⚡️ What robots.txt does and does not
The famous robots.txt file - explanation
The robots.txt
file is a simple text file used by websites to give instructions to web crawlers or search engine robots about which pages or files on their website can and cannot be crawled or indexed. This file plays an important role in the field of search engine optimization (SEO) and website management.
Important features of the robots.txt
- Storage location: The
robots.txt
file must be stored in the root directory of the website, i.e. atwww.yourwebsite.com/robots.txt
. It is recommended to store the sitemap.xml in the same directory. - Syntax: The file has a simple syntax and consists of a set of rules that web crawlers should follow.
Basic structure of a robots.txt
The robots.txt
file consists of one or more groups of rules. Each group begins with a User-agent
line and is followed by one or more Disallow
or Allow
lines.
Example of a simple robots.txt
User-agent: *
Disallow: /private/
Disallow: /tmp/
Allow: /public/
- User-agent: Specifies which web crawler the following rules apply to. The asterisk
*
means that the rules apply to all crawlers. -
Disallow: Specifies which directories or files stored on the server may not be crawled.
- Allow: Specifies which directories or files may be crawled despite a disallow command (important for user-owned files in an otherwise blocked directory).
Examples and applications
- Block all crawlers:
User-agent: * Disallow: /
This prevents all web crawlers from indexing any part of the website.

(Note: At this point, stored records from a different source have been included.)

//! When runs happen and where they execute: a bounded pool of training threads fed by a
//! bounded queue, the schedule (a timer, a new-label count, drift, and the shadowing
//! candidate's live gate and expiry), and the state changes that follow a verdict (promotion,
//! the start or end of a shadow) or an operator's rollback.
//!
//! Training threads are plain OS threads, apart from the async runtime that answers requests,
//! so a long fit never stalls scoring. State changes (the activation history, the log and the
//! registry) are serialized by one mutex and written to the store before the registry swaps.

use std::collections::HashSet;
use std::sync::atomic::{AtomicBool, AtomicU64, AtomicUsize, Ordering};
use std::sync::mpsc::{sync_channel, Receiver, SyncSender, TrySendError};
use std::sync::{Arc, Mutex};
use std::thread::JoinHandle;
use std::time::{Duration, Instant};

use tokio::sync::{watch, Notify};

use crate::config::Config;
use crate::learn::{judge, run_once, Example, RunOutput, RunPlan};
use crate::model::Model;
use crate::promotion::{DataWindow, Entry, RunState, RunStatus, Trigger, Verdict};
use crate::registry::Registry;
use crate::schema::Schema;
use crate::store::{EntryEffects, ShadowState, Store, StoreError, StoredExample};
use crate::time::now_ms;

/// Runs waiting for a training thread, at most.
const QUEUE_CAPACITY: usize = 8;

#[derive(Debug, thiserror::Error)]
pub enum RetrainError {
    #[error("{QUEUE_CAPACITY} runs are already waiting; try again when one finishes")]
    QueueFull,
    #[error("retraining is shutting down")]
    ShuttingDown,
    #[error(transparent)]
    Store(#[from] StoreError),
}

- Block only specific areas:
User-agent: * Disallow: /admin/ Disallow: /private/
- Block specific crawlers:
User-agent: Googlebot Disallow: /no-google/ User-agent: Bingbot Disallow: /no-bing/
- Allow specific file:
User-agent: * Disallow: /files/ Allow: /files/special-file.txt
Important considerations
- robots.txt is just a guideline: Search engines are not required to follow the instructions in the
robots.txt
and some crawlers ignore them completely. - Security considerations: The
robots.txt
file should not be used to lock down sensitive information, as it is publicly available and can be viewed by anyone. - Search engine indexing: While
robots.txt
provides instructions on whether pages can be crawled, it does not directly affect the indexing of pages that have already been crawled. This requires HTML tags such as<meta name="robots" content="noindex">
.
Conclusion
The robots.txt
file is a useful tool for controlling how web crawlers interact with your website. It helps reduce the load on the server, which is usually configured in PHP, by preventing irrelevant or private areas of the website from being crawled. Despite its simplicity, it is an important part of website optimization and management.